С моей стороны безрассудно было бы отказаться от того, что было сделано, и доходить своим умом до всех результатов с помощию только самого Плавта. Этот путь был бы и тяжел, и опасен, и, во всяком случае, не привел бы ни к чему особенно хорошему. Поэтому я решился пожертвовать гордым стремлением к самостоятельности -- простому требованию здравого смысла и роль честного компилятора предпочел роли судьи, не стесняющегося суждениями других и доходящего своим умом до разных оригинальных результатов.
Взгляд свой я почел нужным высказать с некоторой подробностью в самом начале сочинения -- отчасти для того, чтобы с самого начала не обманывать читателя, а отчасти и по другой причине, довольно посторонней собственно для моего дела, но которую нельзя оставить без внимания в настоящее время, как дело очень шумное. Я говорю о требованиях народности и самобытности в науке. Требования эти, проистекающие из источника вполне благородного и чистого, производят очень грустное действие в большей части тех, которые имеют слабость увлечься ими. Судьба перехода разных мнений в нашем отечестве вообще имеет весьма странный и не совсем нормальный характер. Все у нас делается как-то вдруг, случайно, не вовремя, понимается наполовину, не переваривается, бросается, меняется на новое, которое опять, не выработанное хорошенько, уступает место другой новости, более блестящей или просто -- более новой. И так ведется у нас не только в последнее время, не только с Петра, как силятся доказать славянофилы... Нет, это идет со времен благоверного князя Владимира.
Не успела развиться славянская мифология, как она уничтожена новыми высокими понятиями, до которых народ еще не дорос. Не успело установиться русское законодательство так, как его требовала русская жизнь, -- и уже на место его стал греческий номоканон.3* Едва народ стал сознавать себя и обнаруживать слабые попытки к литературе, ему уже навязали громады переводов, подражаний, переделок, экстрактов и т. п. из разных византийских хроник, поучений, посланий, житий и пр.

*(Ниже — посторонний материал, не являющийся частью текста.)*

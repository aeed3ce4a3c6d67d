using System.Globalization;
using FtEstimate.Cli;
using FtEstimate.Tests.Files;

namespace FtEstimate.Tests.Cli;

/// <summary>One run of the program inside this process.</summary>
internal sealed record CommandRun(int Status, string Output, string Error)
{
    /// <summary>The demonstration scenario of the repository.</summary>
    public static string FirstReport { get; } = RepositoryFiles.At("scenarios", "first-report.toml");

    /// <summary>The faults, one a line, without the line that counts them.</summary>
    public string[] Faults =>
        [.. Error.Split(Environment.NewLine, StringSplitOptions.RemoveEmptyEntries).Where(line => !line.EndsWith("nothing was computed.", StringComparison.Ordinal))];

    public static async Task<CommandRun> Of(params string[] args)
    {
        using StringWriter output = new(CultureInfo.InvariantCulture);
        using StringWriter error = new(CultureInfo.InvariantCulture);
        int status = await App.RunAsync(args, output, error);
        return new CommandRun(status, output.ToString(), error.ToString());
    }

    /// <summary>A report on the demonstration scenario with more arguments.</summary>
    public static Task<CommandRun> FirstReportWith(params string[] more) => Of(["report", FirstReport, .. more]);
}
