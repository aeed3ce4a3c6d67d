using FtEstimate.Tests.Files;

namespace FtEstimate.Tests.Cli;

public sealed class BatchRunsPageTests
{
    [Fact]
    public void The_page_quotes_the_script_as_it_is()
    {
        string page = File.ReadAllText(RepositoryFiles.At("docs", "batch-runs.md")).ReplaceLineEndings("\n");
        string script = File.ReadAllText(RepositoryFiles.At("docs", "slurm-array.sh")).ReplaceLineEndings("\n");

        Assert.Contains($"```sh\n{script}```\n", page, StringComparison.Ordinal);
    }

    [Fact]
    public async Task Options_on_the_page_exist()
    {
        string page = File.ReadAllText(RepositoryFiles.At("docs", "batch-runs.md"));
        string help = (await CommandRun.Of("memory", "--help")).Output;
        string[] slurm = ["--array", "--cpus-per-task", "--job-name", "--time", "--signal", "--requeue", "--open-mode", "--output"];
        string[] named = [.. System.Text.RegularExpressions.Regex.Matches(page, @"--[a-z][a-z-]+").Select(match => match.Value).Distinct().Except(slurm)];

        Assert.NotEmpty(named);
        Assert.All(named, option => Assert.Contains(option, help, StringComparison.Ordinal));
    }
}
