using System.Diagnostics;
using System.Globalization;
using FtEstimate.Cli;
using FtEstimate.Tests.Files;

namespace FtEstimate.Tests.Cli;

/// <summary>Signals to the built program: Ctrl-C, and what a batch system sends when the time is up.</summary>
public sealed class MemorySignalTests
{
    [Theory]
    [InlineData("-INT")]
    [InlineData("-TERM")]
    public async Task A_signal_ends_the_run_with_its_counts_and_its_report(string signal)
    {
        if (OperatingSystem.IsWindows())
        {
            return;
        }

        using TemporaryFolder folder = new();
        string[] args = [.. MemoryRuns.Small, "--shots", "1e9", "--counts", folder.At("c.json"), "--progress"];
        args = [.. args.Where((_, i) => i != Array.IndexOf(args, "3e3") && i != Array.IndexOf(args, "3e3") - 1)];
        ProcessStartInfo start = new("dotnet", [Path.Combine(AppContext.BaseDirectory, "FtEstimate.Cli.dll"), .. args])
        {
            RedirectStandardOutput = true,
            RedirectStandardError = true,
            StandardOutputEncoding = System.Text.Encoding.UTF8,
        };
        using Process process = Process.Start(start)!;
        Task<string> output = process.StandardOutput.ReadToEndAsync();
        Assert.StartsWith("distance 3, basis z: 0 % of its shots", await process.StandardError.ReadLineAsync(), StringComparison.Ordinal);

        using Process kill = Process.Start("kill", [signal, process.Id.ToString(CultureInfo.InvariantCulture)]);
        Task<string> error = process.StandardError.ReadToEndAsync();
        await process.WaitForExitAsync();

        Assert.Equal(ExitStatus.Interrupted, process.ExitCode);
        Assert.Contains("interrupted; the same command with --resume", await error, StringComparison.Ordinal);
        Assert.Contains("of 4,000,000,000 shots were run", await output, StringComparison.Ordinal);
        Assert.Null(FtEstimate.Files.Counts.CountsFile.Read(folder.At("c.json")).Fault);
    }
}
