using System.Text.RegularExpressions;
using FtEstimate.Cli;
using FtEstimate.Simulation.Circuits;
using FtEstimate.Simulation.Memory;

namespace FtEstimate.Tests.Cli;

public sealed class RareCommandTests
{
    // 5 combined standard errors; at distance 3 plain Monte Carlo still sees the failures
    [Fact]
    public async Task The_rare_failure_agrees_with_plain_counting_where_both_can_see_it()
    {
        CommandRun run = await CommandRun.Of("rare", "--uniform", "5e-4", "--distance", "3", "--walkers", "32", "--threads", "2");
        double perRound = double.Parse(Regex.Match(run.Output, @"error per round is ([0-9.e-]+),").Groups[1].Value, System.Globalization.CultureInfo.InvariantCulture);
        double standardError = double.Parse(Regex.Match(run.Output, @"standard error of ([0-9.]+) %").Groups[1].Value, System.Globalization.CultureInfo.InvariantCulture) / 100;
        MemoryExperiment experiment = MemoryExperiment.Of(TextbookCircuit.Of(3, 9, PauliBasis.Z, UniformNoise.EveryPlace(5e-4)), DecoderKind.Matching);
        ShotCount counted = MemoryRun.Run(experiment, new MemoryPlan(1_000_000, 3, Shard.Whole), default, 2, null, CancellationToken.None).Count;

        Assert.Equal(ExitStatus.Answer, run.Status);
        double expected = ErrorEstimate.PerShot(counted).PerRound(9).Value;
        Assert.InRange(perRound / expected, 1 - (5 * (standardError + 0.023)), 1 + (5 * (standardError + 0.023)));
        Assert.InRange(standardError, 0.001, 0.2);
    }

    [Theory]
    [InlineData("--distance", "4", "odd number from 3 to 51")]
    [InlineData("--walkers", "1", "at least 2")]
    [InlineData("--threads", "0", "at least 1")]
    [InlineData("--uniform", "0", "between 1E-05 and 0.02")]
    [InlineData("--rounds", "100000", "at most 1000")]
    [InlineData("--uniform", "0.015", "failures are not rare")]
    [InlineData("--seed", "1.5", "whole number")]
    public async Task A_question_that_cannot_be_asked_is_refused(string option, string value, string reason)
    {
        string[] uniform = option == "--uniform" ? [] : ["--uniform", "1e-3"];
        CommandRun run = await CommandRun.Of(["rare", .. uniform, option, value]);

        Assert.Equal(ExitStatus.WrongInput, run.Status);
        Assert.Contains(reason, run.Error, StringComparison.Ordinal);
        Assert.Empty(run.Output);
    }
}
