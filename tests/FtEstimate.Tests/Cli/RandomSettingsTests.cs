using System.Text.Json;
using CsCheck;
using FtEstimate.Cli;
using FtEstimate.Files.Scenarios;
using FtEstimate.Tests.Files;

namespace FtEstimate.Tests.Cli;

public sealed class RandomSettingsTests
{
    private static readonly Given[] Numbers =
    [
        .. ScenarioReader.Read(CommandRun.FirstReport, []).Scenario!.Inputs.InOrder
            .Where(input => input.Number is not null)
            .Select(input => new Given(input.Path, input.Number!.Value)),
    ];

    // numbers of the demonstration, up to a thousand times larger or smaller, up to three at a time
    private static readonly Gen<string[]> Settings =
        from changes in Gen.Select(Gen.Int[0, Numbers.Length - 1], Gen.Double[-3, 3]).Array[1, 3]
        select changes.SelectMany(change => Setting(Numbers[change.Item1], change.Item2)).ToArray();

    [Fact]
    public void Any_numbers_give_an_answer_a_reason_or_a_fault_and_never_a_number_that_is_none() => Settings.Sample(
        settings =>
        {
            using TemporaryFolder folder = new();
            CommandRun run = CommandRun.FirstReportWith([.. settings, "--json", folder.At("r.json")]).GetAwaiter().GetResult();
            if (run.Status == ExitStatus.WrongInput)
            {
                Assert.NotEmpty(run.Faults);
                Assert.Empty(run.Output);
                return;
            }

            Assert.Contains(run.Status, (int[])[ExitStatus.Answer, ExitStatus.NoMachine]);
            Assert.DoesNotMatch("NaN|∞|Infinity", run.Output);
            using JsonDocument json = JsonDocument.Parse(File.ReadAllText(folder.At("r.json")));
            Assert.Equal(run.Status == ExitStatus.NoMachine, json.RootElement.GetProperty("answer").ValueKind == JsonValueKind.Null);
        },
        iter: 40,
        threads: 1);

    private static string[] Setting(Given input, double exponent)
    {
        double value = input.Value * Math.Pow(10, exponent);
        return ["--set", FormattableString.Invariant($"{input.Path}={(input.Value == Math.Round(input.Value) ? Math.Ceiling(value) : value)}")];
    }

    private sealed record Given(string Path, double Value);
}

Народ стал было наконец сживаться с чужой народностью, принимать в себя ее черты, сначала внешние,, а потом кое-какие и из внутренних, -- как вдруг и тут его ход останавливается, его деятельность парализуется -- нашествием татарским: пошла другая жизнь, другие отношения князей, и до некоторой степени вторглись другие отношения в самое управление. Иго было свергнуто прежде, чем русские успели сделаться татарами, но уже после того, как они успели утратить многое из своего греко-российского элемента. Тут стремление к централизации застигает врасплох разделенную Русь. Там латинское влияние подоспевает, чтобы помешать возможному теперь самобытному развитию, и, само не успевши проникнуть глубоко в жизнь народа, уступает свое место наплыву новоевропейских понятий. С этого времени идеи движутся быстрее и перемены кажутся еще разительнее, чем прежде. Мы разом захотели догнать старую Европу и бросились, разумеется, не на то, что непосредственно служило бы продолжением нашей жизни тогдашней, а на то, что било самым новым, самым свежим цветком европейской цивилизации и чего сама Европа достигла столетиями естественного развития. Из этого вышла странная комедия... Еще русские купцы и даже бояре держатся за свои бороды, еще неохотно выпускают из теремов своих жен и дочерей, -- а уже Кантемир пишет злую сатиру, между прочим и на тех, которые употребляют книги для завивки кудрей и нарушают границы приличий в обхождении с женским полом. Еще не вывелось в народе презрение к иностранцам -- еще их называют басурманами и нехристями, -- а там, в другом круге общества, уже начинают преследоваться сатиры и комедии на тех, которые презирают все русское и считают единственным и необходимым условием образования -- побывать в Париже. Еще не вошло в глубину народного духа, не слилось с жизнью, не выработалось в народе все божественное содержание христианства, -- а в обществе уже явились рационалисты, последователи французской философии XVIII века, проповедовавшие убеждения, противные церкви и религии.